A quick pass through the campus “bookstore” where I purchased two hooded sweatshirts as Christmas presents, was, as always, dispiriting. The book department consists of six shelves of publications by faculty and staff. Some are heavily technical, and I’m not qualified to judge their worth. The one title I’ve actually read was written by a friend but I can recommend it without bias. (In conversation, the author has described the Fugitive poet Donald Davidson, who figures in her Vanderbilt chapter, as “a stone-cold racist.”) The rest, having bypassed remaindering, await pulping.

Just that morning I had read the excerpts from Bohemia in London posted by Mike Gilleland at Laudator Temporis Acti. I had never read Arthur Ransome but was intrigued enough to get the book from the library. It’s the first American edition, published in 1907 by Dodd, Mead & Company. I found the passage in “The Bookshops of Bohemia” where Mike left off, and resumed reading:

“There is something more real about this style of buying books than about the dull mercenary method of a new emporium. It is good, granted, to look about the shelves of a new bookshop, to see your successful friends and the authors you admire outglittering each other in smart, gold-lettered, brilliant-coloured bindings; to pick up pretty little editions of your favourite books—what pretty ones there are nowadays, but how sad it is to see a staid old folio author compelled to trip in a duodecimo--; all that is pleasant enough, but to spend money there is a sham and a fraud; it is like buying groceries instead of buying dreams.”

For book lovers and dedicated readers, Ransome’s chapter is a respite from the looming loss of literacy. With approval he quotes Lamb on reading. He describes Charing Cross Road as “the only street whose character is wholly bookish,” and writes:

“By these shops alone are there always a crowd of true bookmen. There are the clerks who bolt their lunches to be able to spend half an hour in glancing over books. There are reviewers selling newspaper copies. There are book-collectors watching for the one chance in ten thousand that brings a prize into the four-penny stall. There are book-lovers looking for the more frequent chance that brings them a good book at a little price, or lets them read it without buying it.”

1 comment:

Andrew MacGillivray said...

Reading without buying reminded me of the habitually impecunious Leigh Hunt, a self-confessed 'haunter of bookstalls from my boyhood upwards', who writes feelingly on the subject in his short-lived periodical 'London Journal' (Nov. 11th, 1834). He remembers 'reading a whole book standing at a stall' and goes on to offer a synopsis of its contents.
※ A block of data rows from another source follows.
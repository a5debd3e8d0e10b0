"""Scatter: conversions, propagation against published examples, sensitivities, probability of duty."""

from typing import Any

import ht
import numpy as np
import pytest

from crossbank_service.methods import scatter


def test_hard_bounds_and_bands_by_hand() -> None:
    """15 % at 95 % is 0.0765; bounds of 3 % are 0.01732."""
    assert scatter.from_coverage(0.15) == pytest.approx(0.07653, abs=5e-6)
    assert scatter.from_hard_bounds(0.03) == pytest.approx(0.017321, abs=5e-7)


def test_the_electrical_example_of_the_guide_is_repeated() -> None:
    """JCGM 100 (2008), H.2, from memory: R, X, Z of five readings of voltage, current and phase."""
    readings = np.array(
        [
            [5.007, 4.994, 5.005, 4.990, 4.999],
            [19.663e-3, 19.639e-3, 19.640e-3, 19.685e-3, 19.678e-3],
            [1.0456, 1.0438, 1.0468, 1.0428, 1.0433],
        ]
    )
    v, i, phase = readings.mean(axis=1)
    covariance = np.cov(readings) / 5.0
    absolute = np.sqrt(np.diag(covariance))
    correlation = covariance / np.outer(absolute, absolute)
    relative = absolute / readings.mean(axis=1)
    sensitivities = np.array(
        [[1.0, -1.0, -phase * np.tan(phase)], [1.0, -1.0, phase / np.tan(phase)], [1.0, -1.0, 0.0]]
    )
    u, shares = scatter.combined(sensitivities, relative, correlation)
    values = v / i * np.array([np.cos(phase), np.sin(phase), 1.0])
    np.testing.assert_allclose(values, [127.732, 219.847, 254.260], atol=5.1e-4)
    np.testing.assert_allclose(u * values, [0.071, 0.295, 0.236], atol=6e-4)
    np.testing.assert_allclose(shares.sum(axis=-1), 1.0, rtol=1e-12)


def test_full_correlation_adds_or_cancels() -> None:
    """Two equal parts, fully correlated, double or vanish; uncorrelated they add in squares."""
    s = np.array([[1.0, 1.0], [1.0, -1.0]])
    u, _ = scatter.combined(s, np.array([0.1, 0.1]), np.ones((2, 2)))
    np.testing.assert_allclose(u, [0.2, 0.0], atol=1e-12)
    assert scatter.combined(s, np.array([0.1, 0.1]))[0][0] == pytest.approx(np.sqrt(0.02))


def test_the_outside_film_of_an_air_heater_dominates() -> None:
    """The shares tell what to measure: 0.93677 of the resistance makes 97 % of the variance."""
    u, shares = scatter.overall_coefficient_uncertainty(
        np.array([[0.020, 0.0005, 0.00005, 0.0008]]), np.array([0.075, 0.5, 0.02, 0.11])
    )
    assert shares[0, 0] == pytest.approx((0.9367681 * 0.075 / u[0]) ** 2, rel=1e-6)
    assert shares[0, 0] > 0.96


def _effectiveness(ntu: float, capacity_ratio: float) -> float:
    return float(ht.effectiveness_from_NTU(ntu, capacity_ratio, subtype="counterflow"))  # type: ignore[no-untyped-call]


@pytest.mark.parametrize("capacity_ratio", [0.0, 0.3, 0.8, 0.999, 1.0])
def test_counterflow_sensitivity_is_the_slope_of_the_effectiveness(capacity_ratio: float) -> None:
    """Central differences of the effectiveness of an independent library."""
    effectiveness: Any = ht.effectiveness_from_NTU
    for ntu in (0.1, 1.0, 3.0, 6.0):
        up, middle, down = (
            float(effectiveness(ntu * f, capacity_ratio, subtype="counterflow"))
            for f in (1.0001, 1.0, 0.9999)
        )
        slope = scatter.sensitivity(up, down, middle, 1e-4)
        assert scatter.duty_sensitivity_counterflow(ntu, capacity_ratio) == pytest.approx(
            float(slope), rel=2e-6
        )


def test_condensing_is_counterflow_against_an_endless_stream() -> None:
    """Capacity ratio 0, from no transfer units to very many."""
    ntu = np.array([0.0, 1e-6, 0.5, 5.0, 1e4])
    np.testing.assert_allclose(
        scatter.duty_sensitivity_condensing(ntu), scatter.duty_sensitivity_counterflow(ntu, 0.0), rtol=1e-9
    )


def test_pressure_drop_counts_the_free_area_twice() -> None:
    """hypot(0.12, 2 x 0.02, 0.003) = 0.12653."""
    assert scatter.pressure_drop_uncertainty(0.12) == pytest.approx(0.126527, abs=5e-7)
    assert scatter.outlet_temperature_uncertainty_k(0.04, 330.0, 280.0) == pytest.approx(2.0)


def test_probability_and_margin_are_inverse() -> None:
    """The margin for a probability makes it; without spread the sign of the margin decides."""
    p = np.array([0.5, 0.9, 0.99])
    margin = scatter.margin_for_probability(p, 0.07)
    np.testing.assert_allclose(scatter.probability_of_duty(margin, 0.07), p, rtol=1e-12)
    assert scatter.probability_of_duty(np.array([0.01, -0.01]), 0.0).tolist() == [1.0, 0.0]


def test_a_method_outside_its_range_is_doubted_twice_as_much() -> None:
    """Distance counts from the end passed; inside it is none."""
    distance = scatter.outside_range(np.array([800.0, 1e3, 5e4, 1.2e5]), 1e3, 1e5)
    np.testing.assert_allclose(distance, [0.2, 0.0, 0.0, 0.2])
    np.testing.assert_allclose(scatter.widened(0.08, distance), [0.16, 0.08, 0.08, 0.16])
In his essay 'Old books and bookshops: the beneficence of book-stalls' (1837) he's more expansive: "We still find ourselves halting at the humblest book-stall, as we used to do when fresh from school. In vain have we got cold feet at it, shivering, wind-beaten sides, and black-fingered gloves. The dusty old siren still delays us, charming with immortal beauty inside her homely attire, and singing songs of old poets. We still find ourselves diving into the sixpenny or threepenny box in spite of eternal disappointment, and running over whole windows of books, which we saw but three days before, for the twentieth time, and of which we could repeat by heart a good third of the titles. Nothing disconcerts us but absolute dirt, or an ill-tempered looking woman. We have ourselves precisely the same habits. Nothing delights us more than to overhaul some dingy tome, and read a chapter gratuitously. Occasionally, when we have opened some very attractive old book, we have stood reading for hours at the stall, lost in a brown study and worldly forgetfulness, and should probably have read on to the end of the last chapter, had not the idle vendor of published wisdom offered in a satirically polite way, to bring us out a chair. – 'Take a chair, sir; you must be tired.' "

It's oddly reassuring to find that there was evidently enough dross about in the 1830s for Leigh Hunt to talk of 'eternal disappointment'. It's a feeling present-day haunters of book-stalls know only too well.